A new Las Vegas algorithm is presented for the composition of two polynomials modulo a third one, over an arbitrary field. When the degrees of these polynomials are bounded by $n$, the algorithm uses $O(n^{1.43})$ field operations, breaking through the $3/2$ barrier in the exponent for the first time. The previous fastest algebraic algorithms, due to Brent and Kung in 1978, require $O(n^{1.63})$ field operations in general, and ${n^{3/2+o(1)}}$ field operations in the special case of power series over a field of large enough characteristic. If cubic-time matrix multiplication is used, the new algorithm runs in ${n^{5/3+o(1)}}$ operations, while previous ones run in $O(n^2)$ operations. Our approach relies on the computation of a matrix of algebraic relations that is typically of small size. Randomization is used to reduce arbitrary input to this favorable situation.
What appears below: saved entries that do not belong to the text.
import { z } from 'zod';

/**
 * Row ids are UUIDs. `z.guid()` accepts any 8-4-4-4-12 hex id (also fixed
 * demo ids that do not carry RFC 4122 version bits).
 */
export const idSchema = z.guid();

/** Timestamps travel as ISO 8601 strings (`Date#toJSON`, offset allowed). */
export const isoDateTimeSchema = z.iso.datetime({ offset: true });
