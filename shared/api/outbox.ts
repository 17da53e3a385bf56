import { z } from 'zod';
import { isoDateTimeSchema } from './common';

/** One e-mail captured by the local mail catcher (development and test only). */
export const outboxMessageSchema = z.object({
  id: z.string().min(1),
  receivedAt: isoDateTimeSchema,
  from: z.string(),
  to: z.array(z.string()),
  subject: z.string(),
  text: z.string(),
});

/** `GET /api/outbox` — 404 `{ name: "NotFound" }` in production. */
export const outboxResponseSchema = z.object({
  messages: z.array(outboxMessageSchema),
});

export type OutboxMessage = z.infer<typeof outboxMessageSchema>;
export type OutboxResponse = z.infer<typeof outboxResponseSchema>;
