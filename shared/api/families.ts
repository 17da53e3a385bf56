import { z } from 'zod';
import { idSchema, isoDateTimeSchema } from './common';

/** How a family describes S, σ and κ as functions of doping and temperature. */
export const familyKindSchema = z.enum(['band', 'table', 'constant']);

/** Majority carrier of the family: holes (p), electrons (n) or not fixed. */
export const carrierSchema = z.enum(['p', 'n']).nullable();

export const familySummarySchema = z.object({
  id: idSchema,
  name: z.string().min(1),
  kind: familyKindSchema,
  carrier: carrierSchema,
  summary: z.string(),
  source: z.string(),
  createdBy: z.string(),
  createdAt: isoDateTimeSchema,
  isDemo: z.boolean(),
});

export const teamRefSchema = z.object({
  id: z.string().min(1),
  name: z.string().min(1),
});

/** `GET /api/families` — the material families of the caller's team. */
export const familiesResponseSchema = z.object({
  team: teamRefSchema,
  families: z.array(familySummarySchema),
});

export type FamilyKind = z.infer<typeof familyKindSchema>;
export type Carrier = z.infer<typeof carrierSchema>;
export type FamilySummary = z.infer<typeof familySummarySchema>;
export type TeamRef = z.infer<typeof teamRefSchema>;
export type FamiliesResponse = z.infer<typeof familiesResponseSchema>;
翻译：提出了一种新的拉斯维加斯算法，用于在任意域上对两个多项式模第三个多项式进行复合。当这些多项式的次数受限于$n$时，该算法使用$O(n^{1.43})$次域运算，首次突破了指数上的$3/2$屏障。此前最快的代数算法（由Brent和Kung于1978年提出）一般情况下需要$O(n^{1.63})$次域运算，在特征足够大的域上的幂级数特例中需要${n^{3/2+o(1)}}$次域运算。若使用三次时间矩阵乘法，新算法运行时间为${n^{5/3+o(1)}}$次运算，而此前算法需$O(n^2)$次运算。我们的方法依赖于计算一个通常较小的代数关系矩阵。通过随机化将任意输入约简到这种有利情形。